La naissance de l'autre
Au bout de mille et une nuits, l'autre prend la figure concrète des trois enfants qui sont nés dans l'intervalle. Le souverain les découvre et les reconnaît aussitôt. En même temps, Chahrazade, définitivement écartée du supplice, trouve sa place de reine à la Cour, et dans le cœur de celui qui a appris, pendant de si longs jours, à l'aimer tendrement. La cure est presque terminée. Après de multiples échanges interpersonnels, que le texte n'évoque pas, la parole individuelle du roi a fini par découvrir sa plus juste expression en disant le manque de l'autre, enfin reconnu, et donc le désir lui-même.
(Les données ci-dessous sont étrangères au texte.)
import { describe, expect, test } from "vitest";
import { dispositionSchema, isLocalPath, withQuery } from "@/app/(workshop)/quality/schemas";

// After a disposition the form returns to the page it was on, and only ever to a page of this site
// (OWASP: unvalidated redirects). The tricky inputs rely on WHATWG URL parsing, which strips tabs
// and newlines and reads "\" like "/", so "/\host" and "/\t/host" would leave the site.
describe("the disposition form's page to return to", () => {
  test.each([
    ["/quality", true],
    ["/cabinet/pairs/P-PW2-26-00042-Q", true],
    ["/cabinet/pairs/P-PW2-26-00042-Q?station=press#hold", true],
    ["https://elsewhere.test/", false],
    ["//elsewhere.test/x", false],
    ["/\\elsewhere.test/x", false],
    ["/\t/elsewhere.test/x", false],
    ["/\n/elsewhere.test", false],
    ["javascript:alert(1)", false],
    ["quality", false],
    ["", false],
  ])("%j is a local path: %s", (path, ok) => {
    expect(isLocalPath(path)).toBe(ok);
  });

  test.each([
    ["/quality", "/quality?dispositioned=NC-2612-003"],
    ["/cabinet/pairs/P-1?station=press", "/cabinet/pairs/P-1?station=press&dispositioned=NC-2612-003"],
    ["/quality?dispositioned=NC-2612-001#open", "/quality?dispositioned=NC-2612-003#open"],
  ])("%j returns to %j", (back, to) => {
    expect(withQuery(back, "dispositioned", "NC-2612-003")).toBe(to);
  });

  const form = { ncId: "n1", disposition: "use_as_is", reason: "within the deviation we allow" };
  test.each([
    ["", true],
    ["/quality", true],
    ["https://elsewhere.test/", false],
    ["//elsewhere.test", false],
  ])("the schema takes back=%j: %s", (back, ok) => {
    const parsed = dispositionSchema.safeParse({ ...form, back });
    expect(parsed.success).toBe(ok);
    if (!parsed.success) expect(parsed.error.issues[0]?.message).toBe("The page to return to must be a page of Twinleaf.");
  });
});
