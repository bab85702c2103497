/**
 * The workshop's one time zone and the one formatter. Offsets and summer-time dates are those of
 * the IANA time zone database: Europe/London is GMT (UTC+0) in winter and BST (UTC+1) from 01:00
 * UTC on the last Sunday of March to 01:00 UTC on the last Sunday of October (29 March and
 * 25 October in 2026); Europe/Berlin is UTC+1 in winter; America/New_York is UTC−5 in winter;
 * Pacific/Auckland is UTC+13 in the southern summer (NZDT).
 */
import { afterEach, describe, expect, test, vi } from "vitest";
import { formatAllowedFrom, formatCalendarDay, formatDate, formatDay, formatLongDate, formatMonthYear, formatShopTime, formatTimeOfDay, formatWhen, formatWhenExact, timesNote } from "@/lib/format";
import { isoDay, monthName } from "@/lib/dispatch/dates";
import { cartonElementString } from "@/lib/serials/gs1";
import { allowedFromMinute, checkTimeZone, workshopDay, workshopDayEnd, workshopTimeZone } from "@/lib/workshop-time";

const zone = (name: string | undefined) => vi.stubEnv("TWINLEAF_TIME_ZONE", name);
afterEach(() => {
  vi.unstubAllEnvs();
});

describe("the setting", () => {
  test.each([
    ["UTC", "UTC"],
    ["Europe/London", "Europe/London"],
    // ICU canonicalises case and the UTC aliases (IANA "backward" file: Etc/UTC and GMT link to UTC).
    ["europe/london", "Europe/London"],
    ["Etc/UTC", "UTC"],
    [" America/New_York ", "America/New_York"],
  ])("%j is the zone %j", (given, name) => {
    expect(checkTimeZone(given)).toBe(name);
  });

  test.each([["Mars/Olympus_Mons"], ["+01:00"], ["CEST now"], [""], ["../etc/passwd"]])("%j is refused with a message naming the setting", (given) => {
    expect(() => checkTimeZone(given)).toThrow(/^TWINLEAF_TIME_ZONE is ".*", which is not a time zone: give an IANA time zone name such as Europe\/London/);
  });

  test("unset or blank is UTC; set, it is read at the next call; unknown, it throws", () => {
    zone(undefined);
    expect(workshopTimeZone()).toBe("UTC");
    zone("  ");
    expect(workshopTimeZone()).toBe("UTC");
    zone("Europe/Berlin");
    expect(workshopTimeZone()).toBe("Europe/Berlin");
    expect(timesNote()).toBe("Times in Europe/Berlin.");
    zone("Nowhere/Special");
    expect(() => workshopTimeZone()).toThrow(/TWINLEAF_TIME_ZONE is "Nowhere\/Special"/);
  });
});

describe("the one rounding rule for allowed-from times", () => {
  test.each([
    ["2026-12-05T06:22:31.000Z", "2026-12-05T06:23:00.000Z", "a release inside a minute: the next whole minute"],
    ["2026-12-05T06:22:00.001Z", "2026-12-05T06:23:00.000Z", "a millisecond past the minute counts"],
    ["2026-12-05T06:22:00.000Z", "2026-12-05T06:22:00.000Z", "a whole minute stays"],
    ["2026-12-31T23:59:30.000Z", "2027-01-01T00:00:00.000Z", "across midnight and the year"],
  ])("%s → %s (%s)", (release, allowed) => {
    expect(allowedFromMinute(new Date(release)).toISOString()).toBe(allowed);
    expect(formatAllowedFrom(new Date(release), new Date(release))).toBe(formatShopTime(new Date(allowed), new Date(release), { zone: true }));
  });
});

describe("formatting in the workshop's zone, the year only when it is not this year", () => {
  const now = new Date("2026-12-05T10:00:00Z");
  test.each([
    // [zone, instant, formatWhen, formatDate, formatDay, formatShopTime with zone]
    ["UTC", "2026-12-03T14:05:00Z", "3 Dec, 14:05", "3 Dec", "Thursday, 3 December", "14:05 on 3 Dec (UTC)"],
    ["UTC", "2025-12-03T14:05:00Z", "3 Dec 2025, 14:05", "3 Dec 2025", "Wednesday, 3 December 2025", "14:05 on 3 Dec 2025 (UTC)"],
    ["Europe/London", "2026-07-16T06:22:00Z", "16 Jul, 07:22", "16 Jul", "Thursday, 16 July", "07:22 on 16 Jul (Europe/London)"],
    ["Europe/London", "2026-12-03T06:22:00Z", "3 Dec, 06:22", "3 Dec", "Thursday, 3 December", "06:22 on 3 Dec (Europe/London)"],
    ["America/New_York", "2026-12-04T02:30:00Z", "3 Dec, 21:30", "3 Dec", "Thursday, 3 December", "21:30 on 3 Dec (America/New_York)"],
    ["Pacific/Auckland", "2026-03-05T23:30:00Z", "6 Mar, 12:30", "6 Mar", "Friday, 6 March", "12:30 on 6 Mar (Pacific/Auckland)"],
  ])("%s: %s", (name, instant, when, date, day, shop) => {
    zone(name);
    const d = new Date(instant);
    expect(formatWhen(d, now)).toBe(when);
    expect(formatDate(d, now)).toBe(date);
    expect(formatDay(d, now)).toBe(day);
    expect(formatShopTime(d, now, { zone: true })).toBe(shop);
  });

  test("this year is the workshop's: 23:30 UTC on 31 December is already next year in Berlin", () => {
    const d = new Date("2026-12-31T23:30:00Z");
    const newYearBerlin = new Date("2026-12-31T23:45:00Z");
    zone("UTC");
    expect(formatDate(d, newYearBerlin)).toBe("31 Dec");
    zone("Europe/Berlin");
    expect(formatDate(d, newYearBerlin)).toBe("1 Jan");
    expect(formatDate(d, new Date("2026-12-31T12:00:00Z"))).toBe("1 Jan 2027");
  });

  test("documents and exact times always carry the year", () => {
    zone("Europe/London");
    const d = new Date("2026-07-16T23:30:15Z");
    expect(formatLongDate(d)).toBe("17 July 2026");
    expect(formatMonthYear(d)).toBe("July 2026");
    expect(formatWhenExact(d)).toBe("17 Jul 2026, 00:30:15");
    expect(formatTimeOfDay(d)).toBe("00:30");
    expect(monthName(d)).toBe("July 2026");
  });
});

describe("the workshop's calendar day", () => {
  test.each([
    ["UTC", "2026-12-05T10:00:00Z", "2026-12-05", "2026-12-05T23:59:59.999Z"],
    // Winter: London is on UTC, Berlin an hour ahead, New York five hours behind.
    ["Europe/London", "2026-12-05T10:00:00Z", "2026-12-05", "2026-12-05T23:59:59.999Z"],
    ["Europe/Berlin", "2026-12-05T23:30:00Z", "2026-12-06", "2026-12-06T22:59:59.999Z"],
    ["America/New_York", "2026-12-05T03:00:00Z", "2026-12-04", "2026-12-05T04:59:59.999Z"],
    // Summer time: the day ends at 23:00 UTC in London.
    ["Europe/London", "2026-07-16T12:00:00Z", "2026-07-16", "2026-07-16T22:59:59.999Z"],
    // The day the clocks go forward (23 hours) and back (25 hours) in London.
    ["Europe/London", "2026-03-29T00:30:00Z", "2026-03-29", "2026-03-29T22:59:59.999Z"],
    ["Europe/London", "2026-10-25T00:30:00Z", "2026-10-25", "2026-10-25T23:59:59.999Z"],
  ])("%s at %s: day %s, ends %s", (name, instant, day, end) => {
    zone(name);
    expect(workshopDay(new Date(instant))).toBe(day);
    expect(isoDay(new Date(instant))).toBe(day);
    expect(workshopDayEnd(new Date(instant)).toISOString()).toBe(end);
  });

  test.each([
    ["UTC", "260305"],
    ["Pacific/Auckland", "260306"],
    ["America/New_York", "260305"],
  ])("a carton label's (11) date is the workshop's calendar date in %s", (name, yymmdd) => {
    zone(name);
    const out = cartonElementString({ gtin: "09521234543213", serial: "A1", productionDate: new Date("2026-03-05T23:30:00Z") });
    expect(out.hri).toContain(`(11)${yymmdd}`);
  });
});

describe("a stored calendar day is the same day in every zone", () => {
  // A day is not an instant: "2026-07-16" is 16 July whether the workshop is at UTC−10 or UTC+13.
  test.each([
    ["UTC", "2026-07-16", "2026-12-05T12:00:00Z", "16 Jul"],
    ["Pacific/Auckland", "2026-07-16", "2026-12-05T12:00:00Z", "16 Jul"],
    ["Pacific/Tongatapu", "2026-07-16", "2026-12-05T12:00:00Z", "16 Jul"],
    ["Pacific/Honolulu", "2025-07-16", "2026-12-05T12:00:00Z", "16 Jul 2025"],
    ["UTC", "not a day", "2026-12-05T12:00:00Z", "not a day"],
  ])("in %s, %s (now %s) reads %s", (name, iso, now, words) => {
    zone(name);
    expect(formatCalendarDay(iso, new Date(now))).toBe(words);
  });
});
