import { describe, expect, test } from "vitest";
import { ACTION_BODY_LIMIT } from "@/lib/input/body";
import { refuseMalformed } from "@/lib/input/requests";

// What the proxy answers before Next.js would answer 500: a broken percent-escape in the path
// (RFC 3986 §2.1: "%" is followed by two hex digits; WHATWG Encoding: bytes must be UTF-8) and a
// server action's body over next.config.mjs's bodySizeLimit.
const req = (method: string, headers: Record<string, string> = {}, body?: BodyInit) =>
  new Request("http://localhost:3000/x", { method, headers, body, duplex: "half" } as RequestInit);

describe("refuseMalformed", () => {
  test.each([
    ["/register/items/%", 400],
    ["/register/items/%zz", 400],
    ["/register/items/%C0%AF", 400],
    ["/register/items/%ED%A0%80", 400],
    ["/api/v1/items/%/trace", 400],
    ["/register/items/S%25", null],
    ["/register/items/P-PW2-26-00042-Q", null],
  ])("GET %s → %j", async (path, status) => {
    const res = await refuseMalformed(req("GET"), path);
    expect(res?.status ?? null).toBe(status);
  });

  test.each([
    ["declared over the limit", { "content-length": String(ACTION_BODY_LIMIT + 1) }, undefined, 413],
    ["declared at the limit", { "content-length": String(ACTION_BODY_LIMIT) }, undefined, null],
    ["chunked over the limit", {}, new Blob([new Uint8Array(ACTION_BODY_LIMIT + 1)]).stream(), 413],
    ["chunked within the limit", {}, new Blob([new Uint8Array(1024)]).stream(), null],
  ])("a page POST %s", async (_name, headers, body, status) => {
    const res = await refuseMalformed(req("POST", headers, body), "/lab/batches/new");
    expect(res?.status ?? null).toBe(status);
    if (res) expect(await res.text()).toMatch(/at most 3 MB|larger than the 3 MB/);
  });
});
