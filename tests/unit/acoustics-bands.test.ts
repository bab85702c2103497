import { describe, expect, test } from "vitest";
import {
  bandDifferences,
  bandLevels,
  compareResponses,
  LIMIT_EPSILON_DB,
  nominalBandHz,
  nominalBandName,
  powerAverageDb,
  thirdOctaveBands,
  type ResponsePoint,
} from "@/lib/acoustics";

/** Within half a unit of the last digit of a published value, e.g. "89.1251" → ±0.00005. */
function expectPublished(actual: number, published: string) {
  const decimals = published.includes(".") ? published.split(".")[1]!.length : 0;
  expect(Math.abs(actual - Number(published))).toBeLessThanOrEqual(0.5 * 10 ** -decimals + 1e-12);
}

const bandAt = (x: number) => {
  const hz = 1000 * 10 ** (x / 10);
  const band = thirdOctaveBands(hz, hz).find((b) => b.x === x);
  if (!band) throw new Error(`no band ${x}`);
  return band;
};

/** A made-up response: one point every 1/24 octave from `from` to `to` Hz, level from `db(hz)`. */
const sweep = (from: number, to: number, db: (hz: number) => number): ResponsePoint[] => {
  const pts: ResponsePoint[] = [];
  for (let hz = from; hz <= to * 1.0001; hz *= 2 ** (1 / 24)) pts.push({ hz, db: db(hz) });
  return pts;
};

describe("thirdOctaveBands: IEC 61260-1:2014 values", () => {
  // Source: IEC 61260-1:2014, base-10 one-third-octave bands (b = 3, G = 10^(3/10), fr = 1000 Hz),
  // values as tabulated in docs/REFERENCES.md, § One-third-octave bands.
  test.each([
    [-10, "100.000", "89.1251", "112.202"],
    [0, "1000", "891.251", "1122.018"],
    [1, "1258.925", "1122.018", "1412.538"],
    [10, "10000", "8912.51", "11220.18"],
  ])("band x = %i: centre %s Hz, edges %s–%s Hz", (x, centre, lower, upper) => {
    const b = bandAt(x);
    expectPublished(b.centreHz, centre);
    expectPublished(b.lowerHz, lower);
    expectPublished(b.upperHz, upper);
  });

  test("band x = −17 has its exact centre at 19.9526 Hz (IEC 61260-1:2014, via docs/REFERENCES.md, § One-third-octave bands)", () => {
    expectPublished(bandAt(-17).centreHz, "19.9526");
  });

  test("20 Hz to 20 kHz gives the 31 ISO 266 nominal names in order (ISO 266, via docs/REFERENCES.md, § One-third-octave bands)", () => {
    // Source: ISO 266 preferred frequencies for one-third octaves, as listed in docs/REFERENCES.md, § One-third-octave bands.
    const iso266 = "20 25 31.5 40 50 63 80 100 125 160 200 250 315 400 500 630 800 1k 1.25k 1.6k 2k 2.5k 3.15k 4k 5k 6.3k 8k 10k 12.5k 16k 20k".split(" ");
    const bands = thirdOctaveBands(20, 20000);
    expect(bands.map((b) => b.nominal)).toEqual(iso266);
    expect(bands.map((b) => b.x)).toEqual(Array.from({ length: 31 }, (_, i) => i - 17));
  });
});

describe("thirdOctaveBands: behaviour", () => {
  test("adjacent bands share their edges exactly", () => {
    const bands = thirdOctaveBands(10, 40000);
    for (let i = 1; i < bands.length; i++) expect(bands[i]!.lowerHz).toBe(bands[i - 1]!.upperHz);
  });

  test("every centre is the geometric mean of its edges, and each band is one third of an octave wide in base 10", () => {
    for (const b of thirdOctaveBands(20, 20000)) {
      expect(Math.sqrt(b.lowerHz * b.upperHz) / b.centreHz).toBeCloseTo(1, 12);
      expect(b.upperHz / b.lowerHz).toBeCloseTo(10 ** 0.1, 12); // G^(1/3) = 10^(1/10) by definition
    }
  });

  test("names continue the decade pattern beyond 20 Hz–20 kHz", () => {
    expect(thirdOctaveBands(10, 40000).map((b) => b.nominal).slice(0, 3)).toEqual(["10", "12.5", "16"]);
    expect(thirdOctaveBands(10, 40000).map((b) => b.nominal).slice(-3)).toEqual(["25k", "31.5k", "40k"]);
    expect([-40, -31, -30, -21, 20, 21, 30, 31].map(nominalBandName)).toEqual(["0.1", "0.8", "1", "8", "100k", "125k", "1M", "1.25M"]);
    expect(nominalBandHz(-17)).toBe(20);
    expect(nominalBandHz(1)).toBe(1250);
    expect(nominalBandHz(5)).toBe(3150);
  });

  test("a range is matched by exact centre or by nominal frequency, inclusive", () => {
    expect(thirdOctaveBands(1000, 1000).map((b) => b.nominal)).toEqual(["1k"]);
    expect(thirdOctaveBands(1250, 1250).map((b) => b.nominal)).toEqual(["1.25k"]); // nominal 1250, exact 1258.9
    expect(thirdOctaveBands(1258.9254117941675, 1258.9254117941675).map((b) => b.nominal)).toEqual(["1.25k"]);
    expect(thirdOctaveBands(1001, 1249)).toEqual([]);
    expect(thirdOctaveBands(100, 1000).map((b) => b.nominal)).toEqual(["100", "125", "160", "200", "250", "315", "400", "500", "630", "800", "1k"]);
  });

  test.each([
    [0, 100, /above 0 Hz/],
    [-20, 100, /above 0 Hz/],
    [200, 100, /below the lowest/],
    [Number.NaN, 100, /finite number/],
    [20, Number.POSITIVE_INFINITY, /finite number/],
    [1e-300, 1e300, /more than \d+ one-third-octave bands/],
  ])("refuses the range %s–%s Hz", (lo, hi, message) => {
    expect(() => thirdOctaveBands(lo, hi)).toThrow(message);
  });
});

describe("bandLevels", () => {
  test("a flat response gives that level in every band", () => {
    const bands = thirdOctaveBands(20, 20000);
    expect(bandLevels(sweep(15, 25000, () => 85), bands)).toEqual(bands.map(() => 85));
  });

  test("the power average of 80 dB and 90 dB is 10·log10((10^8 + 10^9)/2) ≈ 87.40 dB", () => {
    // Follows from the definition of a power (energy) average of levels.
    expect(powerAverageDb([80, 90])).toBeCloseTo(10 * Math.log10((1e8 + 1e9) / 2), 10);
    expect(powerAverageDb([80, 90])).toBeCloseTo(87.4036, 4);
    const band = thirdOctaveBands(1000, 1000);
    expect(bandLevels([{ hz: 950, db: 80 }, { hz: 1050, db: 90 }], band)[0]).toBeCloseTo(87.4036, 4);
  });

  test("large levels do not overflow the power average", () => {
    expect(powerAverageDb([3000, 3000])).toBe(3000);
  });

  test("an empty band is interpolated linearly in log-frequency between the neighbouring bands that hold points", () => {
    // 80 dB at 100 Hz, 90 dB at 1 kHz: the centres lie at log10 f = 3 + x/10, so band x gets 90 + x dB.
    const bands = thirdOctaveBands(100, 1000);
    const levels = bandLevels([{ hz: 1000, db: 90 }, { hz: 100, db: 80 }], bands); // unsorted on purpose
    bands.forEach((b, i) => expect(levels[i]).toBeCloseTo(90 + b.x, 9));
  });

  test("interpolation uses the neighbouring bands' averages at their centres, not the raw points", () => {
    // Band 100 holds 95 Hz (70 dB) and 105 Hz (80 dB): its level is their power average at its centre, 100 Hz.
    const bands = thirdOctaveBands(100, 160);
    const levels = bandLevels(
      [
        { hz: 95, db: 70 },
        { hz: 105, db: 80 },
        { hz: 160, db: 90 },
      ],
      bands,
    );
    const band100 = powerAverageDb([70, 80]);
    expect(levels[0]).toBeCloseTo(band100, 12);
    // Band 125 (x = −9) is empty: halfway in log-frequency between the centres of 100 (x = −10) and 160 (x = −8).
    expect(levels[1]).toBeCloseTo((band100 + 90) / 2, 9);
    expect(levels[2]).toBe(90);
  });

  test("beyond the last band holding points, the nearest measured point outside the bands is the neighbour", () => {
    // Bands 100 Hz–1 kHz; points at 50 Hz (70 dB, below every band) and 1 kHz (90 dB).
    const bands = thirdOctaveBands(100, 1000);
    const levels = bandLevels([{ hz: 50, db: 70 }, { hz: 1000, db: 90 }], bands);
    const t = Math.log10(100 / 50) / Math.log10(1000 / 50);
    expect(levels[0]).toBeCloseTo(70 + 20 * t, 9);
  });

  test("a point on a shared edge counts in the upper band only", () => {
    const bands = thirdOctaveBands(1000, 1250);
    const edge = bands[0]!.upperHz;
    expect(bands[1]!.lowerHz).toBe(edge);
    const levels = bandLevels([{ hz: 1000, db: 80 }, { hz: edge, db: 90 }], bands);
    expect(levels).toEqual([80, 90]);
    // The lower edge is inside the band.
    expect(bandLevels([{ hz: bands[0]!.lowerHz, db: 70 }, { hz: 1250, db: 75 }], bands)).toEqual([70, 75]);
  });

  test("a response that does not cover the bands is refused", () => {
    const bands = thirdOctaveBands(100, 1000);
    expect(() => bandLevels(sweep(200, 20000, () => 85), bands)).toThrow(/no measured point at or beyond 100 Hz below it/);
    expect(() => bandLevels(sweep(20, 850, () => 85), bands)).toThrow(/no measured point at or beyond 1000 Hz above it/);
  });

  test("bad points are refused", () => {
    const bands = thirdOctaveBands(100, 1000);
    expect(() => bandLevels([], bands)).toThrow(/no measured points/);
    expect(() => bandLevels([{ hz: 100, db: 80 }, { hz: Number.NaN, db: 80 }], bands)).toThrow(/point 2 has frequency NaN/);
    expect(() => bandLevels([{ hz: 100, db: 80 }, { hz: -5, db: 80 }], bands)).toThrow(/point 2 .*above 0 Hz/);
    expect(() => bandLevels([{ hz: 100, db: Number.POSITIVE_INFINITY }], bands)).toThrow(/point 1 \(100 Hz\) has level Infinity/);
  });
});

describe("bandDifferences", () => {
  test("gives a − b per band", () => {
    expect(bandDifferences([85, 86, 84], [84.5, 86, 85])).toEqual([0.5, 0, -1]);
  });
  test("refuses lists of different lengths", () => {
    expect(() => bandDifferences([1, 2], [1])).toThrow(/differ in length/);
  });
});

describe("compareResponses", () => {
  const opts = { minHz: 100, maxHz: 10000, limitDb: 0.5 };
  const flat = (db: number) => sweep(80, 12500, () => db);

  test("reports every band, the largest difference and the worst band", () => {
    const left = flat(85);
    // Right: 1 dB low in band 2k (every made-up point inside its edges), 0.2 dB high elsewhere.
    const [b2k] = thirdOctaveBands(2000, 2000);
    const right = sweep(80, 12500, (hz) => (hz >= b2k!.lowerHz && hz < b2k!.upperHz ? 84 : 85.2));
    const r = compareResponses(left, right, opts);
    expect(r.bands).toHaveLength(21);
    expect(r.bands[0]).toMatchObject({ nominal: "100", centreHz: 100 });
    expect(r.worstBand).toBe("2k");
    expect(r.maxAbsDiffDb).toBeCloseTo(1, 12);
    expect(r.bands.find((b) => b.nominal === "1k")!.diffDb).toBeCloseTo(-0.2, 12);
    expect(r.pass).toBe(false);
  });

  test("a band exactly at the limit passes", () => {
    const r = compareResponses(flat(85), flat(84.5), opts);
    expect(r.maxAbsDiffDb).toBe(0.5);
    expect(r.pass).toBe(true);
    expect(compareResponses(flat(84.5), flat(85), opts).pass).toBe(true); // |L − R|, either sign
  });

  test("a difference that is the limit up to floating-point noise passes", () => {
    // 1.1 − 0.6 is 0.5000000000000001 in binary floating point.
    expect(1.1 - 0.6).toBeGreaterThan(0.5);
    const r = compareResponses(flat(1.1), flat(0.6), opts);
    expect(r.maxAbsDiffDb).toBeGreaterThan(0.5);
    expect(r.maxAbsDiffDb - 0.5).toBeLessThan(LIMIT_EPSILON_DB);
    expect(r.pass).toBe(true);
  });

  test("0.001 dB over the limit fails", () => {
    const r = compareResponses(flat(85), flat(84.499), opts);
    expect(r.maxAbsDiffDb).toBeCloseTo(0.501, 9);
    expect(r.pass).toBe(false);
  });

  test("names the side whose response does not cover the bands", () => {
    expect(() => compareResponses(flat(85), sweep(300, 12500, () => 85), opts)).toThrow(/^Right response: .*no measured point at or beyond 100 Hz/);
    expect(() => compareResponses(sweep(80, 5000, () => 85), flat(85), opts)).toThrow(/^Left response: /);
  });

  test("refuses a bad limit or an empty range", () => {
    expect(() => compareResponses(flat(85), flat(85), { ...opts, limitDb: -1 })).toThrow(/limit/);
    expect(() => compareResponses(flat(85), flat(85), { ...opts, limitDb: Number.NaN })).toThrow(/limit/);
    expect(() => compareResponses(flat(85), flat(85), { minHz: 1001, maxHz: 1249, limitDb: 0.5 })).toThrow(/No one-third-octave band/);
  });
});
Le roi réintègre la société des hommes
Sans doute, le roi n'a-t-il pas cessé d'être présent à son royaume. Cependant, par son traumatisme et par ses meurtres successifs, il restait délié de la société des hommes. Il le sait maintenant. C'est pourquoi, marqué par la repentance pour ses dérives passées, il convoque le vizir, le remercie de lui avoir donné une épouse aussi exceptionnelle et le revêt d'un somptueux manteau. Il gratifie aussi de vêtements d'honneur tous les hauts personnages du royaume. Et aussitôt, une grande fête d'un mois est décrétée pour le peuple tout entier. Décorateurs, tambourins, joueurs de flûte, baladins, déploient leurs talents multiples et sont largement rémunérés sur les deniers personnels du souverain. Les pauvres eux-mêmes, bénéficiant de larges aumônes, sont aussi conviés à la fête.
Grâce à Chahrazade et à ses histoires, non seulement le roi mais aussi tous ses sujets ont trouvé maintenant la voie du salut, échappant ainsi aux terribles menaces d'une violence meurtrière et incontrôlée.

La restauration de l'image de la femme
Jusqu'ici, la femme apparaissait comme un être animé par la ruse et la tromperie, à l'image de la première épouse du roi. C'est aussi contre une telle conception que Chahrazade réagit. Transformée par sa confrontation aux " Écritures ", elle cherche à mettre en relief un autre visage de l'être féminin. Sous son regard et au fil de son expérience, la femme devient celle qui fait passer. Non seulement elle permet à son mari de mieux découvrir son être masculin, mais, grâce à la force de la Parole contenue dans les histoires qu'elle raconte, elle amène le roi à retrouver le sens de son humanité.


La Parole guérit parce qu'elle permet de renouer le lien de la fraternité
L'humanité ne signifie pas seulement être fils d'un père et d'une mère. Plus fondamentalement, elle consiste à être frère et sœur de tous les êtres humains, ce qui implique, en même temps, égalité et altérité. Je ne peux être frère ou sœur, et égal, que si je suis autre. C'est sans doute en permettant de rétablir ce lien paradoxal de la fraternité que la Parole a suscité la guérison du roi Chahriyâr.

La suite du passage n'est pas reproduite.